By Hope Chookazian and Brendan Rose
Tensions on campus continue to rise after the second “listening forum” where students made an impassioned call to the administration to acknowledge and change what they describe as serious racial inequality within the institution. After students spent over an hour directing questions to President Milagros Peña and other top administration officials, students say that the administration still failed to respond to their concerns.
“It’s a safe space for white students,” one student said at Wednesday’s forum in the Stood regarding Purchase College being a predominantly white institution. “We have to work overtime to make sure the Black students feel safe.”
Protests on campus have continued over the past two weeks over the administration’s initial suspension of student Nahiem Paris for being stopped while holding a taser that he claimed he had for self-defense and was not his.
Students felt that Paris' case was emblematic of how UPD targets students based on race and how the student code of conduct disproportionately punishes students of color.
With the help of petitions and protests, Paris’s suspension has been temporarily put on hold.
But the temporary stop to Paris' investigation did not end calls for action. A few dozen students and faculty showed up for the first “listening session” on Monday. Students took the floor to vehemently express their feelings and experiences at Purchase for two hours.
Wednesday’s second session had a higher turnout, with close to 100 students and staff filling up the seats at The Stood. But the mood was no less charged.
President Peña addressed the room before students took the floor and stated her commitment for future conversations.
“Seeing and hearing the pain from the last two weeks hit me the hardest,” Peña said. “I want to ensure you feel the commitment to an ongoing conversation.”
Peña acknowledged the bravery and willingness of students to push the administration to have these conversations.
“It’s not our job as students to do the organizing we are doing,” one student passionately said. “We are not getting paid for this--you are.”

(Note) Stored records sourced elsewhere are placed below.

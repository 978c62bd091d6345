"""The rule engine (alerts/engine.py): state in the store, idempotence, restarts,
configuration reloads, QC flags, and end-to-end delivery to a loopback SMTP server."""
from __future__ import annotations

import json

import numpy as np
import pandas as pd
import pytest
import sqlite_utils
from hypothesis import given, settings
from hypothesis import strategies as st

import alerts.engine as engine_mod
from alerts.engine import AlertContext, NextHighWater, evaluate, list_episodes
from alerts.mail.outbox import deliver_due, list_outbox, mail_settings_from
from alerts.rules import StationView, rules_from_config
from units import minute

T0 = pd.Timestamp("2025-10-23 00:00", tz="UTC")

STATION = StationView(id="dunmerrow", name="Port Dunmerrow", tz="Europe/Dublin",
                      datums={"chart_datum": 1.0}, display_datum="chart_datum")
SURGE = {"id": "surge", "when": "residual_above", "hold": "10min", "band": 0.05,
         "notify": ["duty@port.example"],
         "steps": [{"name": "raised", "at": 0.30},
                   {"name": "high", "at": 0.60, "notify": ["master@port.example"]}]}


def rules(*raw):
    out, errors = rules_from_config(list(raw) or [SURGE], "stations[0].rules", STATION.datums)
    assert errors == []
    return out


def frame(residual, start=T0, flags=None, predicted=3.0):
    residual = np.asarray(residual, dtype=float)
    idx = pd.date_range(start, periods=len(residual), freq="1min")
    return pd.DataFrame({"observed": predicted + residual, "predicted": predicted, "residual": residual,
                         "smoothed": residual, "flag": flags if flags is not None else 1}, index=idx)


@pytest.fixture
def path(tmp_path):
    return tmp_path / "store.sqlite"


@pytest.fixture
def db(path):
    d = sqlite_utils.Database(path)
    d.enable_wal()
    return d


def queued(db):
    return [(r["recipient"], r["kind"], r["subject"]) for r in reversed(list_outbox(db, limit=1000))]


def storm():
    """Raised for 30 min hovering around 0.30 m, up to 0.7 m for 30 min, then calm."""
    hover = 0.30 + 0.04 * np.sin(np.arange(40))
    return np.concatenate([np.zeros(20), [0.35] * 12, hover, [0.7] * 30, np.zeros(30)])


def test_a_storm_sends_one_alert_one_escalation_one_all_clear(db):
    evaluate(db, STATION, rules(), frame(storm()), now=T0 + pd.Timedelta(hours=3))
    kinds = [(k, s.split(": ")[1].split(" -")[0]) for r, k, s in queued(db) if r == "duty@port.example"]
    assert kinds == [("alert", "raised"), ("alert", "up to high"), ("all_clear", "all clear after high")]


def test_higher_step_recipients_hear_from_the_escalation_on(db):
    evaluate(db, STATION, rules(), frame(storm()), now=T0 + pd.Timedelta(hours=3))
    assert [k for r, k, _ in queued(db) if r == "master@port.example"] == ["alert", "all_clear"]


def test_a_single_spike_flagged_fail_sends_nothing(db):
    values = np.zeros(60)
    values[30] = 1.5
    flags = np.ones(60, dtype=int)
    flags[30] = 4
    evaluate(db, STATION, rules({**SURGE, "hold": 0}), frame(values, flags=flags), now=T0 + pd.Timedelta(hours=1))
    assert queued(db) == []


def test_missing_samples_never_count(db):
    evaluate(db, STATION, rules({**SURGE, "hold": 0}), frame([0.9] * 5, flags=[9] * 5), now=T0 + pd.Timedelta(hours=1))
    assert queued(db) == []


def test_suspect_samples_count_by_default(db):
    # A surge may well be flagged suspect by the expected-range test; it must still alert.
    evaluate(db, STATION, rules({**SURGE, "hold": 0}), frame([0.4] * 3, flags=[3] * 3), now=T0 + pd.Timedelta(hours=1))
    assert len(queued(db)) == 1


def test_re_evaluating_the_same_samples_queues_nothing_new(db):
    f = frame(storm())
    evaluate(db, STATION, rules(), f, now=T0 + pd.Timedelta(hours=3))
    before = queued(db)
    assert evaluate(db, STATION, rules(), f, now=T0 + pd.Timedelta(hours=3)) == []
    assert queued(db) == before


def test_restart_mid_episode_sends_no_duplicate_and_the_all_clear_still_comes(path):
    f = frame(storm())
    first = sqlite_utils.Database(path)
    evaluate(first, STATION, rules(), f.iloc[:60], now=T0 + pd.Timedelta(hours=1))
    assert [k for _, k, _ in queued(first)] == ["alert"]
    first.close()
    again = sqlite_utils.Database(path)             # a new process on the same store
    evaluate(again, STATION, rules(), f, now=T0 + pd.Timedelta(hours=3))  # overlapping samples
    kinds = [k for r, k, _ in queued(again) if r == "duty@port.example"]
    assert kinds == ["alert", "alert", "all_clear"]
    [episode] = list_episodes(again)
    assert episode["closed_at"] is not None and episode["top_step"] == "high"


def test_reloading_the_configuration_does_not_reopen_an_episode(db):
    f = frame(storm())
    evaluate(db, STATION, rules(), f.iloc[:50], now=T0 + pd.Timedelta(hours=1))
    reloaded = {**SURGE, "steps": SURGE["steps"] + [{"name": "very high", "at": 1.2}], "note": "edited"}
    evaluate(db, STATION, rules(reloaded), f.iloc[50:60], now=T0 + pd.Timedelta(hours=1))
    assert [k for r, k, _ in queued(db) if r == "duty@port.example"] == ["alert"]
    assert len(list_episodes(db)) == 1


def test_level_rule_compares_on_the_named_datum(db):
    quay = {"id": "quay", "when": "level_above", "datum": "chart_datum", "hold": 0,
            "notify": ["duty@port.example"], "steps": [{"name": "boards out", "at": 4.0}]}
    # observed 4.95 m on the station datum is 3.95 m above chart datum (1.0 m higher): below 4.0
    evaluate(db, STATION, rules(quay), frame([1.95], predicted=3.0), now=T0)
    assert queued(db) == []
    evaluate(db, STATION, rules(quay), frame([2.05], start=T0 + pd.Timedelta(minutes=1)), now=T0)
    [(_, _, subject)] = queued(db)
    assert "4.05 m above chart datum" in subject


def test_next_high_water_forecast_rule_uses_the_context(db):
    rule = {"id": "next-hw", "when": "next_high_water_above", "datum": "chart_datum",
            "notify": ["duty@port.example"], "steps": [{"name": "quay top", "at": 4.25}]}
    ctx = AlertContext(next_high_water=NextHighWater(time=int((T0 + pd.Timedelta(hours=5)).timestamp()),
                                                     level=5.40, uncertainty=0.2))
    evaluate(db, STATION, rules(rule), frame([0.5] * 60), now=T0 + pd.Timedelta(hours=1), context=ctx)
    [(_, _, subject)] = queued(db)
    assert "4.40 m above chart datum" in subject


def test_feed_silence_alerts_and_clears(db):
    rule = {"id": "quiet", "when": "feed_silent", "notify": ["tech@port.example"]}
    evaluate(db, STATION, rules(rule), None, now=T0, context=AlertContext(feed_age=45 * minute))
    evaluate(db, STATION, rules(rule), None, now=T0 + pd.Timedelta(minutes=1), context=AlertContext(feed_age=50 * minute))
    evaluate(db, STATION, rules(rule), None, now=T0 + pd.Timedelta(minutes=2), context=AlertContext(feed_age=1 * minute))
    assert [k for _, k, _ in queued(db)] == ["alert", "all_clear"]


def test_equipment_fault_lists_the_fault(db):
    rule = {"id": "kit", "when": "equipment_fault", "notify": ["tech@port.example"]}
    # the shape monitor.quality.diagnostics.equipment_faults hands over
    fault = {"kind": "stuck_sensor", "station": "dunmerrow", "sensor": "primary", "value": 62.0,
             "limit": 30.0, "unit": "min", "since": int(T0.timestamp())}
    evaluate(db, STATION, rules(rule), None, now=T0, context=AlertContext(faults=[fault]))
    row = list(db.query("SELECT text FROM outbox"))[0]
    assert "stuck sensor on primary: 62.0 min (limit 30.0 min)" in row["text"]


def test_message_shows_change_over_the_last_hour(db):
    rising = np.linspace(0.0, 0.6, 121)
    evaluate(db, STATION, rules({**SURGE, "hold": 0, "steps": [{"name": "raised", "at": 0.55}]}),
             frame(rising), now=T0 + pd.Timedelta(hours=3))
    text = list(db.query("SELECT text FROM outbox"))[0]["text"]
    assert "Change over last 60 min" in text and "+0.30 m" in text  # 0.005 m/min for 60 min


def test_alert_reaches_a_loopback_smtp_server_with_the_caution(db, smtp):
    catcher = smtp
    settings, _ = mail_settings_from({"sender": "gauge@port.example", "host": "127.0.0.1", "port": smtp.port,
                                      "security": "none"}, "mail")
    evaluate(db, STATION, rules(), frame(storm()), now=T0 + pd.Timedelta(hours=3))
    deliver_due(db, settings)  # delivery runs on the wall clock
    first = catcher.messages[0]
    assert first["Subject"].startswith("[quaywatch] Port Dunmerrow: raised")
    assert "automated and unofficial" in first.get_body(("plain",)).get_content().lower()
    assert "official warnings" in first.get_body(("html",)).get_content().lower()
    assert len({msg["Message-ID"] for msg in catcher.messages}) == len(catcher.messages) == 5


def test_replayed_episode_years_back_is_delivered_with_its_data_time(db, smtp):
    # The rules run on the replayed clock (2001); the outbox queues and expires on the wall
    # clock (injected), so the default two-day expiry does not fire for an old record.
    replay_t0 = pd.Timestamp("2001-02-03 00:00", tz="UTC")
    wall = pd.Timestamp("2030-06-01 12:00", tz="UTC").timestamp()
    catcher = smtp
    settings, _ = mail_settings_from({"sender": "gauge@port.example", "host": "127.0.0.1", "port": smtp.port,
                                      "security": "none"}, "mail")
    evaluate(db, STATION, rules(), frame(storm()[:40], start=replay_t0),
             now=replay_t0 + pd.Timedelta(minutes=40), clock=lambda: wall)
    summary = deliver_due(db, settings, clock=lambda: wall)
    assert summary.expired == [] and len(summary.sent) == 1
    row = next(db.query("SELECT created_at, event_at, attempts FROM outbox"))
    assert row["created_at"] == int(wall) and row["attempts"] == 1
    assert pd.Timestamp(row["event_at"], unit="s", tz="UTC").year == 2001
    assert "2001" in catcher.messages[0].get_body(("plain",)).get_content()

Sophomore music conservatory student Daniel Karpf took the floor despite his nervousness and discussed how the lack of diversity in the staff and among the student body impacts him.
“There is no Latin staff or African American staff in the conservatory of music,” he said. “I am one of three people of color in the whole string ensemble.”

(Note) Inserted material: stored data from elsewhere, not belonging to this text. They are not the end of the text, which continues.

def _daily_shifts(g: _ClockGrid, parts: list, est: dict, lag: float, day: float) -> tuple[dict, dict]:
    """Daily pieces from the same filtered series, bands weighted as in the whole: day start ->
    shift [s], and day start -> its standard error [s] from the day's own band noise."""
    grid_t = g.t[0] + np.arange(g.n) * g.dt
    day_id = np.floor((grid_t - g.t[0]) / day).astype(int)
    per_day: dict = {}
    per_day_se: dict = {}
    per_sample = max(1, int(0.5 * day / g.dt))
    for j in np.unique(day_id):
        sel = (day_id == j)
        if int(g.m[sel].sum()) < per_sample:
            continue
        ed = _band_shifts(parts, g.dt, sel)
        if not ed:
            continue
        wd = {b: 1.0 / est[b][1] for b in ed if b in est}
        if not wd:
            continue
        key = utc_timestamp(g.t[0] + j * day)
        per_day[key] = lag + sum(wd[b] * ed[b][0] for b in wd) / sum(wd.values())
        # The day's own uncertainty from its own band noise: a stormy day says so.
        wsum_d = sum(wd.values())
        per_day_se[key] = math.sqrt(sum(wd[b] ** 2 * ed[b][1] for b in wd)) / wsum_d
    return per_day, per_day_se


def clock_trend(observed: pd.Series, model: Any, ends: Iterable[pd.Timestamp], *, period: float = 7 * DAY,
                flags=None, **kw) -> pd.Series:
    """Clock offset against the predicted tide period by period [min], for a trend.

    Each period ``(end - period, end]`` gets its own :func:`clock_offset` over its whole
    record, so the band-wise noise weighting of that function sees the storm as noise
    in a week's spectrum. Averaging daily estimates instead lets the one or two storm
    days, each noisy and biased, pull the week (minutes, for a metre of surge).
    Periods with less than a day of usable record are NaN.

    Parameters
    ----------
    observed : Series
        Levels [m] on a UTC DatetimeIndex.
    model : TideModel or object with ``predict(times)``
        The reference tide [m].
    ends : iterable of Timestamp
        Ends of the periods (UTC).
    period : float
        Length of each period [s].
    flags : array or Series, optional
        Aggregate QARTOD flags; only usable samples (1, 2, 3) are used.

    Returns
    -------
    Series
        Offset [min] indexed by period end; positive: the record lags the tide.

    References
    ----------
    As :func:`clock_offset` (Pugh & Woodworth 2014, ch. 3; Munk & Cartwright 1966).
    """
    obs = usable_only(observed, flags)
    out = {}
    for end in ends:
        end = pd.Timestamp(end)
        part = obs[(obs.index > end - pd.Timedelta(seconds=period)) & (obs.index <= end)]
        if len(part) < 20 or (part.index[-1] - part.index[0]).total_seconds() < DAY:
            out[end] = np.nan
            continue
        out[end] = clock_offset(part, model, **kw)["offset_min"]
    return pd.Series(out, dtype=float)


def relative_clock(primary: pd.Series, backup: pd.Series, *, primary_flags=None, backup_flags=None,
                   limit_min: float = 1.5, **kw) -> dict:
    """Clock of the backup relative to the primary, from their difference (minutes).

    The two sensors see the same sea, so their timing is free of the surge that can
    bias a clock estimate against the predicted tide. :func:`sensor_timing` windows give
    the lag; the latest window's lag is the current offset, its uncertainty the
    spread (1.4826 MAD / sqrt(n)) of the windows around the median, no less than half
    the lag grid; :func:`clock_episodes` names the spans off by more than ``limit_min``.
    Other keywords go to :func:`sensor_timing` (among them ``cache``, a
    :class:`TimingWindows` kept between runs over a record that grows).

    Returns
    -------
    dict
        ``offset_min`` (latest window; positive: the backup's clock is late),
        ``offset_se_min``, ``median_min`` (all windows), ``windows``, ``episodes`` (list
        of dicts from :func:`clock_episodes`), ``timing`` (the windows' DataFrame) and
        ``sensor`` = ``"backup"``. NaN values when no window has enough samples.

    References
    ----------
    IOC (1985-2016), Manual on Sea Level Measurement and Interpretation, Vol. IV (a
    second sensor to check the first).
    """
    p, b = usable_only(primary, primary_flags), usable_only(backup, backup_flags)
    timing = sensor_timing(p, b, **kw)
    out = {"offset_min": np.nan, "offset_se_min": np.nan, "median_min": np.nan, "windows": len(timing),
           "episodes": [], "timing": timing, "sensor": "backup"}
    if timing.empty:
        return out
    lags = timing["lag_min"].to_numpy(dtype=float)
    med = float(np.median(lags))
    spread = 1.4826 * float(np.median(np.abs(lags - med)))
    grid_min = kw.get("lag_step_s", 15.0) / 60.0
    out.update(offset_min=float(lags[-1]), median_min=med,
               offset_se_min=max(spread / math.sqrt(len(lags)), 0.5 * grid_min),
               episodes=clock_episodes(timing, limit_min))
    return out


# --------------------------------------------------------------------------- backup timing

class TimingWindows:
    """:func:`sensor_timing`'s windows kept between runs over a record that grows.

    Each window is kept under its start [Unix s] with a digest (BLAKE2b, 128 bits) of
    exactly the arrays it was computed from: the backup's times and levels in the window
    and the primary's around it. A run over a record that grew recomputes only the windows
    that are new or whose samples changed (a late row, a flag changed by quality control
    or a technician, a value rewritten); every other window's lag is the one computed
    before from the same numbers, so the result equals a run without the cache. Windows
    that the record no longer holds are forgotten at each run, so the cache holds at most
    the windows of one record. Other window or lag settings clear it.

    Attributes
    ----------
    computed, reused : int
        Windows computed and taken from the cache by the last run.
    """

    def __init__(self) -> None:
        self.settings: tuple | None = None
        self.windows: dict[float, tuple[bytes, float, float]] = {}  # start -> (digest, lag [s], mad [m])
        self.computed = 0
        self.reused = 0

    def _begin(self, settings: tuple) -> None:
        if settings != self.settings:
            self.settings, self.windows = settings, {}
        self.computed = self.reused = 0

Karpf said his safe space on campus is in the parking lot in his car, and even there he said he doesn’t feel truly safe. “The fact I had to consciously acknowledge the [UPD] patrol schedule in fear of my safe space being violated?” he said to Chief Dayton Tucker. “It’s the only place I have here. It’s ridiculous.”
The issue of campus safety was a major theme throughout the forum. Students said the administration’s response benefits perpetrators, rather than victims, or punishes them with minor infractions instead of predatory offenses.
“I was assaulted on campus,” Chloe Burgos, a junior communications major, said. “Why are predators, offenders, who have multiple no-contact orders against them allowed to stay on campus? But students who just want to protect themselves and done no wrong are suspended.”
Many students expressed feeling frustration and bewilderment over these meetings. “We can sit here and say all of our comments in different formats,” one student said. “But at the end of the day, what’s going to happen?”
Peña addressed a plea by several students to reinstate the Black Student Union (BSU).
“Absolutely!” she said. “That information is rolling out.”
According to a campus-wide email from Peña, the most immediate action the administration plans is a public meeting with the Purchase College Council in the week of Nov. 8 to discuss “issues that reflect challenges” with the code of conduct. The meeting will be on Zoom and open to the entire community.